Dataset entries:
..........
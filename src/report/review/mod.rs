//! What recorded days came to, on paper: one file a format.

pub mod csv;
pub mod html;
pub mod json;
pub mod text;

mod clock;
mod compare;
mod corridor_block;
mod definitions;
mod figures;
mod markup;
mod plot;
mod scale;
mod sketch;
mod strip;

use chrono_tz::Tz;

use crate::{
    grid::{Corridor, Grid},
    review::{CorridorReview, Review},
};

/// A review with what is needed to write it down.
#[derive(Debug, Clone, Copy)]
pub struct Paper<'a> {
    /// What the days came to.
    pub review: &'a Review,
    /// The corridors as configured.
    pub grid: &'a Grid,
    /// Zone of the times that people read; other programs get UTC.
    pub zone: Tz,
    /// The changes of a what-if, as they were given; none: no what-if.
    pub changes: &'a [String],
}

impl<'a> Paper<'a> {
    /// A corridor as configured, where it is.
    fn configured(&self, corridor: &CorridorReview) -> Option<&'a Corridor> {
        self.grid.corridors.iter().find(|known| known.name == corridor.corridor)
    }

    /// Names of the terminal buses; empty where they are not known.
    fn terminals(&self, corridor: &CorridorReview) -> [&'a str; 2] {
        self.configured(corridor).map_or([""; 2], |known| [0, 1].map(|bus| &*known.buses[bus].name))
    }
}
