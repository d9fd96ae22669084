//! Loads as constant admittances, and the sentences that say which of them are assumed.

use std::sync::Arc;

use super::{
    meter::{Meter, Meters},
    wiring::Wiring,
};
use crate::{
    feed::End,
    grid::{Bus, BusIndex, Corridor, TO},
    network::C64,
};

/// Where a load's MW or Mvar come from.
#[derive(Debug, Clone, Copy, PartialEq, Eq)]
pub(super) enum Origin {
    Channel,
    Assumed,
    /// A station whose assumed load was set aside.
    Balance,
}

/// Every sentence there may be, by bus and the origins of its MW and Mvar.
#[derive(Debug)]
pub(super) struct Assumptions(Vec<[[Option<Arc<str>>; 3]; 3]>);

impl Assumptions {
    pub fn new(corridor: &Corridor) -> Self {
        use Origin::{Assumed, Balance, Channel};
        let origins = [Channel, Assumed, Balance];
        Self(corridor.buses.iter().map(|bus| origins.map(|mw| origins.map(|mvar| sentence(bus, [mw, mvar])))).collect())
    }

    pub fn of(&self, bus: BusIndex, [mw, mvar]: [Origin; 2]) -> Option<&Arc<str>> {
        self.0[bus][mw as usize][mvar as usize].as_ref()
    }
}

fn sentence(bus: &Bus, origins: [Origin; 2]) -> Option<Arc<str>> {
    let configured = bus.load.map_or([0.0; 2], |load| [load.mw, load.mvar]);
    let part = |((origin, power), unit): ((Origin, f64), &str)| match origin {
        Origin::Channel => None,
        Origin::Assumed if bus.load.is_some() => Some(format!("{power} {unit} as configured")),
        Origin::Assumed => Some(format!("{power} {unit} assumed")),
        Origin::Balance => Some(format!("{unit} by balance")),
    };
    let parts: Vec<_> = origins.into_iter().zip(configured).zip(["MW", "Mvar"]).filter_map(part).collect();
    (!parts.is_empty()).then(|| format!("{} load: not measured, {}", bus.name, parts.join(", ")).into())
}

/// Load of a terminal at a voltage, S: the channel's, or the configured one at nominal voltage.
pub(super) fn terminal(corridor: &Corridor, bus: BusIndex, z: &[f64], w: &[f64], v: C64) -> C64 {
    let configured = corridor.buses[bus].load.map_or([0.0; 2], |load| [load.mw, load.mvar]);
    let part = |meter: Meter, configured: f64| {
        if w[meter] > 0.0 { z[meter] / v.norm_sqr() } else { configured / corridor.buses[bus].nominal_kv.powi(2) }
    };
    let [mw, mvar] = Meters::load(bus);
    C64::new(part(mw, configured[0]), -part(mvar, configured[1]))
}

/// Load of a station, S: what its circuits bring, so that the network reproduces the voltages exactly.
pub(super) fn station(wiring: &Wiring, bus: BusIndex, voltage: &[C64]) -> C64 {
    debug_assert!(bus > TO);
    let mut drawn = C64::new(0.0, 0.0);
    for wire in &wiring.wires {
        let [first, second] = wire.buses;
        for (end, at) in [(End::From, first), (End::To, second)] {
            if at == bus {
                drawn -= wire.branch.current(end, voltage[first], voltage[second]);
            }
        }
    }
    drawn / voltage[bus]
}
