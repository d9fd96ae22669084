/// P(δ) = C + D sin(δ − γ): any power of a network between two sources (Kimbark 1948, vol. 1, ch. 4).
#[derive(Debug, Clone, Copy, PartialEq, Default)]
pub struct PowerAngle {
    /// C, MW.
    pub mean_mw: f64,
    /// D, MW; at least 0.
    pub amplitude_mw: f64,
    /// γ, rad.
    pub shift_rad: f64,
}

impl PowerAngle {
    /// Power at an angle, MW.
    pub fn at(&self, angle_rad: f64) -> f64 {
        self.mean_mw + self.amplitude_mw * (angle_rad - self.shift_rad).sin()
    }
}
..........
[What you need to do] Repeat exactly, please, each line from the beginning of the data through the line with "pub fn new(corridor: &Corridor)" in it, and only those lines.

[Result below]
filename src/report/review/mod.rs
//! What recorded days came to, on paper: one file a format.

pub mod csv;
pub mod html;
pub mod json;
pub mod text;

mod clock;
mod compare;
mod corridor_block;
mod definitions;
mod figures;
mod markup;
mod plot;
mod scale;
mod sketch;
mod strip;

use chrono_tz::Tz;

use crate::{
    grid::{Corridor, Grid},
    review::{CorridorReview, Review},
};

/// A review with what is needed to write it down.
#[derive(Debug, Clone, Copy)]
pub struct Paper<'a> {
    /// What the days came to.
    pub review: &'a Review,
    /// The corridors as configured.
    pub grid: &'a Grid,
    /// Zone of the times that people read; other programs get UTC.
    pub zone: Tz,
    /// The changes of a what-if, as they were given; none: no what-if.
    pub changes: &'a [String],
}

impl<'a> Paper<'a> {
    /// A corridor as configured, where it is.
    fn configured(&self, corridor: &CorridorReview) -> Option<&'a Corridor> {
        self.grid.corridors.iter().find(|known| known.name == corridor.corridor)
    }

    /// Names of the terminal buses; empty where they are not known.
    fn terminals(&self, corridor: &CorridorReview) -> [&'a str; 2] {
        self.configured(corridor).map_or([""; 2], |known| [0, 1].map(|bus| &*known.buses[bus].name))
    }
}
repository d9fd96ae22669084
//! Loads as constant admittances, and the sentences that say which of them are assumed.

use std::sync::Arc;

use super::{
    meter::{Meter, Meters},
    wiring::Wiring,
};
use crate::{
    feed::End,
    grid::{Bus, BusIndex, Corridor, TO},
    network::C64,
};

/// Where a load's MW or Mvar come from.
#[derive(Debug, Clone, Copy, PartialEq, Eq)]
pub(super) enum Origin {
    Channel,
    Assumed,
    /// A station whose assumed load was set aside.
    Balance,
}

/// Every sentence there may be, by bus and the origins of its MW and Mvar.
#[derive(Debug)]
pub(super) struct Assumptions(Vec<[[Option<Arc<str>>; 3]; 3]>);

impl Assumptions {
    pub fn new(corridor: &Corridor) -> Self {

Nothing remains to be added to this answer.